● ABOUT THIS EXERCISE
Search the records for lines that contain the word "preamplifier". Copy them all.

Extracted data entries
================================

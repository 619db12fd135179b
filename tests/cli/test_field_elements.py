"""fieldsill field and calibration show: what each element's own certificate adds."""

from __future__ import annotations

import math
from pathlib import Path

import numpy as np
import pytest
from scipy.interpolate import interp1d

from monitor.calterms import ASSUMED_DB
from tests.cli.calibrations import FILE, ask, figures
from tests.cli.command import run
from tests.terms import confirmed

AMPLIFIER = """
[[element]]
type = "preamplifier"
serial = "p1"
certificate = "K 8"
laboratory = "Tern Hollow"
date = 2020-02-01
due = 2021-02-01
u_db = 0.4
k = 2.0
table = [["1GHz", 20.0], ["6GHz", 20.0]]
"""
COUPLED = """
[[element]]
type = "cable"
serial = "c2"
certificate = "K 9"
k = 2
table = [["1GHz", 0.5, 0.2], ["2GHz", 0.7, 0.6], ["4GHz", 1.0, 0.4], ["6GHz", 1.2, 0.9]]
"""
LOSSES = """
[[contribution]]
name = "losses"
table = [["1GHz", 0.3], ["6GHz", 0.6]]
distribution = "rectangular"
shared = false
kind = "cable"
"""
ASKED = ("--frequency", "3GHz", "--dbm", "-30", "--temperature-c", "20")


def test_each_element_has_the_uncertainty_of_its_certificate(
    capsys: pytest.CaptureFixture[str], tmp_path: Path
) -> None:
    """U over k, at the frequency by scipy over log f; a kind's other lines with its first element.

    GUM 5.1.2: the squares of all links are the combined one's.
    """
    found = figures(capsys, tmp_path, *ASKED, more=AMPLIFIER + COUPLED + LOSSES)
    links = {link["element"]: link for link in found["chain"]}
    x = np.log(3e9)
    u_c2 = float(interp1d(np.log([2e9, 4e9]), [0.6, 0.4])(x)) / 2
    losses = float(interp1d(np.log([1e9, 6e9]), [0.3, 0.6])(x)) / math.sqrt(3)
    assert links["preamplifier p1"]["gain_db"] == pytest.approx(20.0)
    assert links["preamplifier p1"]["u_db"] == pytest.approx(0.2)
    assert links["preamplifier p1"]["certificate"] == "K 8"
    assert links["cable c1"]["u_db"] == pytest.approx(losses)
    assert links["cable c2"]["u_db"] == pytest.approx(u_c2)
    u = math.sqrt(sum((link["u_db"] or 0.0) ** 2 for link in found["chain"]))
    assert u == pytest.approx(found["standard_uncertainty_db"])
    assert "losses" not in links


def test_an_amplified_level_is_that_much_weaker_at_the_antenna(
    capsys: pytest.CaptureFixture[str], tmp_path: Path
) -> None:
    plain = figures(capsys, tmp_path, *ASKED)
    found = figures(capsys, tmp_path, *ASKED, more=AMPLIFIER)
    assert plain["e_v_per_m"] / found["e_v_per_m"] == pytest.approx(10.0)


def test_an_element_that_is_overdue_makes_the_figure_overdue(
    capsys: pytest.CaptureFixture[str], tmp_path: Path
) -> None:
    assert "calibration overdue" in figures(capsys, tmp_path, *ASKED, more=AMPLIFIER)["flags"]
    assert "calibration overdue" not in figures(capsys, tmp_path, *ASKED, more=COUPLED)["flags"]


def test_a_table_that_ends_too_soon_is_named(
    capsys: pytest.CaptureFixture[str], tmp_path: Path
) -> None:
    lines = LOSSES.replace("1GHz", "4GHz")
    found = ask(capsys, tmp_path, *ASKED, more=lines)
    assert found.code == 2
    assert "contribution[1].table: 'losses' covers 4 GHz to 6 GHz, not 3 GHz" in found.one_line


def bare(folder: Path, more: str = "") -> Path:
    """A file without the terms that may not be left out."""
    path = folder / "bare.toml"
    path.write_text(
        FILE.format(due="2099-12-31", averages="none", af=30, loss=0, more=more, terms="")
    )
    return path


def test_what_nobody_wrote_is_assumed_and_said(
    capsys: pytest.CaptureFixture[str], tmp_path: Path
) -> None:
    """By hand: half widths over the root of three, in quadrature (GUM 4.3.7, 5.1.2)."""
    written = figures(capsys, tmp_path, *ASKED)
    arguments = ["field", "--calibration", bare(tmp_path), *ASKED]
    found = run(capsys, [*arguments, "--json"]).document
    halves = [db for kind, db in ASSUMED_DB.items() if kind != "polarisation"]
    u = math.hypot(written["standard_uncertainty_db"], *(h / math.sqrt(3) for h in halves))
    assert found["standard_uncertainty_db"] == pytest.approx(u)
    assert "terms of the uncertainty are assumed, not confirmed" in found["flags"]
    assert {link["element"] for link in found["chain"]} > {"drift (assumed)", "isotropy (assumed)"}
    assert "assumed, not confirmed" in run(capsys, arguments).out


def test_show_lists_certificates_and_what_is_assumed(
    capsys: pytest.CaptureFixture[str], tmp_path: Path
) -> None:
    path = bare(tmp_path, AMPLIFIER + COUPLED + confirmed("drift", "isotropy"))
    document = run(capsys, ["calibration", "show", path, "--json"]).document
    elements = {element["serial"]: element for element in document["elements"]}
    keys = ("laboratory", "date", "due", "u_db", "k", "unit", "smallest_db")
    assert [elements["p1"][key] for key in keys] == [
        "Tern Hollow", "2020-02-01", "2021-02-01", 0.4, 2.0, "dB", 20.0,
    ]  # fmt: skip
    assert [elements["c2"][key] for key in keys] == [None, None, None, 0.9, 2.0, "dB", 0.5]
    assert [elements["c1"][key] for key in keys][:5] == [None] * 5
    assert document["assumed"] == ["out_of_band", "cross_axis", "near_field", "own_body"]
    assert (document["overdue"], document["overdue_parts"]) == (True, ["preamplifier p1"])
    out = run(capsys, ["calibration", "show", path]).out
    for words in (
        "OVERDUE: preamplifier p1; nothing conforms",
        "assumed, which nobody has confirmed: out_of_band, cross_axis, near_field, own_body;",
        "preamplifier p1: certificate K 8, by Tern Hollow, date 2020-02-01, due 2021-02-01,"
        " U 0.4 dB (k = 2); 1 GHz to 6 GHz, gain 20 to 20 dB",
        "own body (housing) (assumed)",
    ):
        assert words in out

================================

● FINAL ANSWER
type = "preamplifier"
    assert links["preamplifier p1"]["gain_db"] == pytest.approx(20.0)
    assert links["preamplifier p1"]["u_db"] == pytest.approx(0.2)
    assert links["preamplifier p1"]["certificate"] == "K 8"
    assert (document["overdue"], document["overdue_parts"]) == (True, ["preamplifier p1"])
        "OVERDUE: preamplifier p1; nothing conforms",
        "preamplifier p1: certificate K 8, by Tern Hollow, date 2020-02-01, due 2021-02-01,"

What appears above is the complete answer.